NTNU-IndEcol / df_file_interchange

File interchange code to consistently save and reload Pandas dataframes with metadata.
BSD 3-Clause "New" or "Revised" License
0 stars 0 forks source link

Discussion on a few design choices. #3

Open EsmeMaxwell opened 7 months ago

EsmeMaxwell commented 7 months ago

There's a few items that might be worth discussion.

First, quick summary of why things have been done as they have... If one saves a dataframe to CSV then there can be information loss regarding the indexes and dtypes. For trivial example, a pd.RangeIndex is not the same as its enumerated entries but only the latter would be stored in CSV. Parquet with the Arrow engine cannot store mixed dtypes within a column, which could mean an exception being raised when trying to store some dataframes if the dtype were mixed (there are actually some other restrictions re Parquet+Arrow which don't matter so much for us at the moment).

Again, using a trivial example, if one were encode a pd.RangeIndex then it only requires the start, stop, and step. That doesn't naturally fit as a column or row in the data table itself; it fits more naturally in the metadata.

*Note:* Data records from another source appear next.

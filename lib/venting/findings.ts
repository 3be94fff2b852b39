import { fmt } from "./format";
import type { RuleRef } from "./rulebook/prepare";

/**
 * Outcome of one check. `needs-info` means a value the check needs is missing (or the rulebook
 * lacks the value: "not checked"); `not-applicable` means the rule does not apply to what was
 * entered, with the reason in the message.
 */
export type FindingStatus = "pass" | "not-applicable" | "fail" | "warn" | "needs-info";

/**
 * Statuses from best to worst, in display order. `not-applicable` says nothing about the work,
 * so a summary's `worst` passes over it unless every finding is not applicable.
 */
export const FINDING_STATUSES = ["pass", "not-applicable", "warn", "needs-info", "fail"] as const satisfies readonly FindingStatus[];

/** Safety cautions that a UI and the PDF must make prominent. */
export type SafetyFlag = "co" | "spillage" | "concealed_single_wall";

/** Comparators used in required values. */
export type Comparator = "≥" | "≤" | "<" | ">" | "=" | "between";

/** A number with its unit. */
export interface Quantity {
  readonly value: number;
  readonly unit: string;
}

/** A required value: `measured comparator value` must hold (`between` uses `upperValue`). */
export interface Requirement extends Quantity {
  readonly comparator: Comparator;
  readonly upperValue?: number;
}

/** The input sections a finding can point at. */
export type TargetSection = "appliances" | "ventRun" | "airSpace" | "readings" | "removedAppliances" | "returnAir";

/** The input field a finding concerns, for the UI to jump to. */
export interface FindingTarget {
  readonly section: TargetSection;
  /** `id` of the segment, appliance, room, opening or readings entry; null for the section itself. */
  readonly itemId: string | null;
  /** Field name within the item, or null. */
  readonly field: string | null;
  /** Dotted path into the check input, e.g. `ventRun.segments.2.riseIn`. */
  readonly path: string;
}

/** Every stable finding code. */
export const FINDING_CODES = {
  connectorSlope: "connector.slope",
  connectorHorizontalLength: "connector.horizontal_length",
  connectorLengthPerDiameter: "connector.length_per_diameter",
  connectorDiameter: "connector.diameter",
  ventCategory: "vent.category",
  ventCapacity: "vent.capacity",
  connectorCapacity: "connector.capacity",
  commonVentNoConnector: "common_vent.no_connector",
  commonVentHorizontalLength: "common_vent.horizontal_length",
  ventAreaRatio: "vent.area_ratio",
  ventMinHeight: "vent.min_height",
  clearanceCombustibles: "clearance.combustibles",
  supportsSpacing: "supports.spacing",
  jointsFasteners: "joints.fasteners",
  jointsLocked: "joints.locked",
  passageSingleWall: "passage.single_wall",
  terminationHeight: "termination.height",
  terminationDistance: "termination.distance",
  airVolume: "air.volume",
  airOpenings: "air.openings",
  airOpeningDimension: "air.opening_dimension",
  readingsCoAirFree: "readings.co_air_free",
  readingsAmbientCo: "readings.ambient_co",
  readingsDraft: "readings.draft",
  readingsSpillage: "readings.spillage",
  readingsTemperatureRise: "readings.temperature_rise",
  readingsInputRate: "readings.input_rate",
  commonVentOrphaned: "common_vent.orphaned",
  returnAirArea: "return_air.area",
  returnAirVelocity: "return_air.velocity",
  returnAirLocation: "return_air.location",
  returnAirDraftHood: "return_air.draft_hood_distance",
} as const;

/** A finding code. */
export type FindingCode = (typeof FINDING_CODES)[keyof typeof FINDING_CODES];

/** The outcome of one check. */
export interface Finding {
  readonly code: FindingCode;
  readonly status: FindingStatus;
  readonly title: string;
  /** Plain sentence: for a problem, what is wrong and how to fix it; for a pass, what was confirmed. */
  readonly message: string;
  readonly measured?: Quantity;
  readonly required?: Requirement;
  /** Citation text of the rulebook row used; null when the rulebook lacks the value. */
  readonly citation: string | null;
  /** The rulebook row used, for linking to the editor. */
  readonly ruleRef: RuleRef | null;
  readonly target: FindingTarget;
  readonly safety: SafetyFlag | null;
  /** The smallest diameter the company's tables allow here, for the installer to fetch. */
  readonly smallest?: Quantity;
}

/** Entry of the finding catalogue. */
export interface FindingCatalogueEntry {
  readonly title: string;
  readonly description: string;
}
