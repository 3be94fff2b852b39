import { apiRoute, json, parseJsonBody, parseParams } from "@/lib/api/handler";
import { requireRole } from "@/lib/auth/session";
import { repinInspection } from "@/lib/data/inspections";
import { idParamsSchema } from "@/lib/schemas/common";
import { repinSchema } from "@/lib/schemas/inspection";

export const POST = apiRoute<{ id: string }>(async (request, context) => {
  const member = await requireRole("supervisor", "admin");
  const { id } = await parseParams(context, idParamsSchema);
  const input = await parseJsonBody(request, repinSchema, 10_000);
  return json({ inspection: await repinInspection({ member, id, rulebookVersionId: input.rulebookVersionId }) });
});
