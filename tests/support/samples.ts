// Factories for clients and received samples, through the API as the lab would do it.
import { expect } from 'vitest'
import { as, call, unique } from './api'

export async function newClient(over: Record<string, unknown> = {}) {
  const res = await call('POST', '/api/clients', { cookie: await as('supervisor'), body: { name: unique('Client'), contactName: 'R. Ashdown', contactEmail: 'lab@client.test', ...over } })
  expect(res.status).toBe(201)
  return res.body as { id: string, name: string }
}

export async function receive(clientId: string, over: Record<string, unknown> = {}, role: 'analyst' | 'supervisor' = 'analyst') {
  const res = await call('POST', '/api/samples', {
    cookie: await as(role),
    body: { clientId, clientReference: unique('REF'), description: 'Sealed jar of ground coal, about 200 g', receivedAt: new Date(Date.now() - 3_600_000).toISOString(), condition: 'sealed, dry', receivedMassG: 200, ...over },
  })
  expect(res.status, JSON.stringify(res.body)).toBe(201)
  return res.body as { id: string, labCode: string, status: string }
}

The problem is when one has a normal pd.Index, which is just a column/row of values, as this is also (at the moment) stored in the metadata . This is because I defined a general serializer, and the output of the serialized index is stored in the YAML file.

i. Storage of index and dtype specifications.

The question is whether it's accceptable for pd.Index to be encoded in the YAML file (for a row or column index). To avoid this, and encode into the data file, means more complicated logic to separate indexes that are appropriate for storage in the YAML file and those that are more appropriate as a column. This is not trivial for several reasons including the Parquet+Arrow issue described above. But, it could be done.

At the moment, I'm more tempted to leave things as they are since we can come back to this later.

ii. Name of repo.

Is df_file_interchange ok? I've a feeling it's a bit crap.

iii. A bit of a fankle re types.

I've used type annotation and Pydantic to enforce some static and runtime type checking where appropraite. In general, this tends to nip-in-the-bud a lot of programming mistakes early doors. However, with Pandas, this hasn't been quite so easy. I've had to do a few slightly nasty hacks. This could be relaxed somewhat before a "release" version to make things look cleaner.